Malgré cette rétention médiatique à son encontre, le discours de cet écrivain avant-gardiste, auteur de  » Vaste est la prison « ,  » Les femmes d’Alger dans leur appartement « ,  » L’Amour, la fantasia « ,  » Ombre sultane  » …et une dizaine d’autres œuvres, émeut à plus d’un titre. Il saisit l’attention à vif car il éveille les consciences et attise le travail de la mémoire. Il souligne l’importance de la déontologie pour que la transmission du savoir se fasse avec la plus grande rigueur.
Assia Djebar démontre une nouvelle fois combien elle reste fidèle à ses engagements, à ses idées et à ses principes sans concession aucune. Cette ligne de conduite se retrouve dans ses romans, dans ses nouvelles et dans sa poésie. Une œuvre traduite dans vingt et une langues. Il n’est pas sans oublier les deux films documentaires qu’elle a réalisés, son théâtre, son opéra, son travail de chercheur et de professeur à travers les plus grandes universités du monde.
Son entêtement pour dire et se dire est la première cause dans laquelle elle s’est engagée depuis son premier roman  » La Soif « , publié en 1957 aux éditions Julliard.

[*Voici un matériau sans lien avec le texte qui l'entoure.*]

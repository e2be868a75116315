"""The picture of a strip: the section with its pieces numbered, and below it the flat blank with its bends in place."""

from __future__ import annotations

from collections.abc import Iterable
from math import degrees
from typing import TYPE_CHECKING

from edgetally.output.pens import (
    ACCENT,
    INK,
    MATERIAL,
    MUTED,
    Item,
    Label,
    Path,
    Picture,
    Style,
    disc,
    polygon,
    stroke,
)
from edgetally.output.placing import Placing
from edgetally.units import length_factor

if TYPE_CHECKING:
    from edgetally.results import SectionResult
    from edgetally.section.developed import Developed, Piece

MIDLINE = Style(width=0.4, colour=MUTED, dash=(6.0, 2.0, 1.0, 2.0))
BEND = Style(width=0.3, colour=ACCENT, fill=(0.84, 0.76, 0.80))
BEND_LINE = Style(width=0.5, colour=ACCENT, dash=(3.0, 1.5))
DOT = Style(width=0.3, colour=ACCENT, fill=ACCENT)
STRIP = 92.0
"""Room [pt] below the section for the blank."""
AWAY = 11.0
"""How far [pt] a number stands from the midline."""
LEAST = 9.0
"""Numbers nearer to each other than this [pt] stand in two rows."""


def strip_picture(section: SectionResult, unrolled: Developed, width: float, height: float) -> Picture:
    """Tell a strip and its blank on `width` × `height` points."""
    placing = Placing.of(section.section, width, height, strip=STRIP)
    items: list[Item] = [placing.material()]
    for number, piece in enumerate(unrolled.pieces, start=1):
        items += _on_section(number, piece, placing)
    factor = length_factor(section.section.unit, section.out_unit)
    items += _blank(unrolled, width, factor, section.out_unit)
    items.append(Label(complex(8.0, STRIP + 2.0), f"section {placing.scale}", 7.0, colour=MUTED))
    return Picture(width, height, tuple(items))


def _on_section(number: int, piece: Piece, placing: Placing) -> Iterable[Item]:
    midline = piece.midline.moved(complex(placing.points), placing.shift)
    yield Path(((midline,),), MIDLINE)
    if piece.is_bend:
        for z in (midline.start, midline.end):
            yield disc(z, 1.1, DOT)
    slope = midline.derivative(0.5)
    normal = 1j * slope / abs(slope)
    outward = -1.0 if piece.angle > 0 else 1.0  # outside of a bend there is more room
    at = midline.point(0.5) + outward * AWAY * normal
    colour = ACCENT if piece.is_bend else INK
    yield Label(at - 2.4j, str(number), 7.0, "middle", bold=piece.is_bend, colour=colour)


def _blank(unrolled: Developed, width: float, factor: float, unit: str) -> Iterable[Item]:
    """The blank as a bar over the whole width, its bends shaded; drawn to its own scale along, not across."""
    left, right, low, high = 34.0, width - 34.0, 34.0, 50.0
    points = (right - left) / unrolled.blank_width
    yield polygon([complex(left, low), complex(right, low), complex(right, high), complex(left, high)], MATERIAL)
    x, before, row = left, -LEAST, 0
    for number, piece in enumerate(unrolled.pieces, start=1):
        end = x + piece.blank * points
        middle = 0.5 * (x + end)
        if piece.is_bend:
            yield polygon([complex(x, low), complex(end, low), complex(end, high), complex(x, high)], BEND)
            yield stroke(complex(middle, low - 4.0), complex(middle, high + 4.0), BEND_LINE)
        row = 1 - row if middle - before < LEAST else 0
        colour = ACCENT if piece.is_bend else INK
        yield Label(
            complex(middle, high + 7.0 + 8.0 * row), str(number), 7.0, "middle", bold=piece.is_bend, colour=colour
        )
        before, x = middle, end
    yield Label(complex(left, low - 12.0), _sense(unrolled), 7.0, colour=MUTED)
    text = f"blank {unrolled.blank_width * factor:.6g} {unit} wide, {unrolled.thickness * factor:.6g} {unit} thick"
    yield Label(complex(left, 8.0), f"{text}; bends shaded, bend lines dashed", 7.5)


def _sense(unrolled: Developed) -> str:
    """The angles in order, as a press brake takes them."""
    angles = [f"{degrees(piece.angle):+.4g}°".replace("-", "−") for piece in unrolled.bends]
    shown = ", ".join(angles[:14]) + (" …" if len(angles) > 14 else "")
    return f"bends in order, left positive: {shown}" if angles else "no bend: a flat strip"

Elle est l’écrivain qui s’affirme et engage non sans risque sa personne en parlant d’elle à la première personne. Non seulement elle dit  » je  » dans son écriture malgré le tangage ressenti, mais elle continue à tourner le dos à ceux qui bradent l’histoire, à ceux qui contribuent à rendre la mémoire stérile, à ceux qui violent le droit pour faire régner l’injustice
Cet engagement reflète sensiblement cette quête de liberté à laquelle elle a toujours aspiré. Cette démarche lente et parfois douloureuse qui habite son écriture, exige de sa part un effort permanent de réflexion et d’introspection pour tenter d’atteindre la vérité et la sakina-sérénité.